Conversely, there may be a sense in select US and Indian policy circles that China will be bogged down in Afghanistan akin to previous great powers. Though historically sensible, this is a dangerous assumption to make for policy planning purposes.
Herein, China’s method of exercising power in South Asia is instructive.
Beijing doesn’t impose its political worldview on the target state, is politically adaptable, and has a high threshold for violence. In Myanmar, for instance, Beijing quickly adjusted to the post February-coup realities including the loss of an assiduously cultivated ally in Aung San Suu Kyi, and attacks on its factories by protesters. Instead of opting for negotiations, it doubled down its support for the junta.
In Afghanistan, this means, Beijing will accept the Taliban’s rise, even if it occurs using force and is led by the Haqqanis. Till the time China-centric militants are neutralised, and Chinese material interests – limited and unprofitable for now – don’t come under attack, Beijing will not be deterred.
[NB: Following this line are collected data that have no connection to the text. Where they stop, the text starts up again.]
import { SignJWT, jwtVerify } from 'jose';
import { env } from '../env';

const key = () => new TextEncoder().encode(env.JWT_SECRET);
const ISSUER = 'toolgate';

export async function signSessionToken(userId: string, role: string, ttl = env.TOKEN_TTL) {
  return new SignJWT({ role })
    .setProtectedHeader({ alg: 'HS256' })
    .setSubject(userId)
    .setIssuedAt()
    .setIssuer(ISSUER)
    .setAudience(ISSUER)
    .setExpirationTime(ttl)
    .sign(key());
}

/** Throws on a bad signature, an expired token, another algorithm (including `none`) or other claims. */
export async function verifySessionToken(token: string) {
  const { payload } = await jwtVerify(token, key(), { algorithms: ['HS256'], issuer: ISSUER, audience: ISSUER });
  if (typeof payload.sub !== 'string') throw new Error('token without subject');
  return payload.sub;
}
To reposition itself in this situation, India needs to urgently act on three simultaneous fronts.
One, apart from coordinating with the US and Quad allies, India must intensify engagement with Iran. India needs a regional land bridge to Afghanistan, and the only feasible option is via Chabahar or Bandar Abbas. If reports are accurate, the commander of Iran’s Quds Force, Esmail Qaani, was recently in Afghanistan strengthening wartime alliances and exploring new ones within and outside the Taliban.
Iran’s tormented relations with the US and embrace with China notwithstanding, Tehran (similar to Moscow) is opposed to a Pakistan-controlled, Sunni-dominated, Taliban-led Islamic emirate in Kabul. Though the 2016 arrest of Kulbhushan Jadhav from Iran under unclear circumstances is a complicating factor in this space, India and Iran have more convergence than divergence on Afghanistan.
Two, maintain the momentum of engagement with allies in Kabul and reassure them of continuous diplomatic, military and financial support. The last thing India wants to be seen is pulling a “Bagram exit” in Afghan eyes. Despite the closure of Jalalabad and Herat consulates, India is not rushing to shut down its consulates in Mazar-e-Sharif and Kandahar. Continuing presence on the ground will be critical for India to maintain direct contact with all stakeholders.
In this context, it is helpful that India has taken a decision to cautiously engage with the Taliban. This is not an exercise in taking sides. But if India is serious about limiting Chinese influence in Afghanistan, and ensuring a balance between Kabul and Islamabad, it has no choice but to engage with the Taliban.
Finally, India should try and use the backchannel with Pakistan to assess and reshape the latter’s threshold for Indian presence in Afghanistan. Pakistani NSA Moeed Yusuf’s claim of the backchannel being dead is inaccurate. Chaperoned by Abu Dhabi, the backchannel is active, and needed to prevent both sides from sleepwalking into a deeper crisis.
To be certain, Pakistan’s neuralgic fears about India’s presence in Afghanistan makes it difficult to reach such an understanding. But it’s not impossible. Pakistan is worried about blowback and may not be able to contain the Taliban’s desire for a stable relationship with New Delhi. This offers India some space for manoeuvre in the weeks to come.
Views expressed above are the author’s own.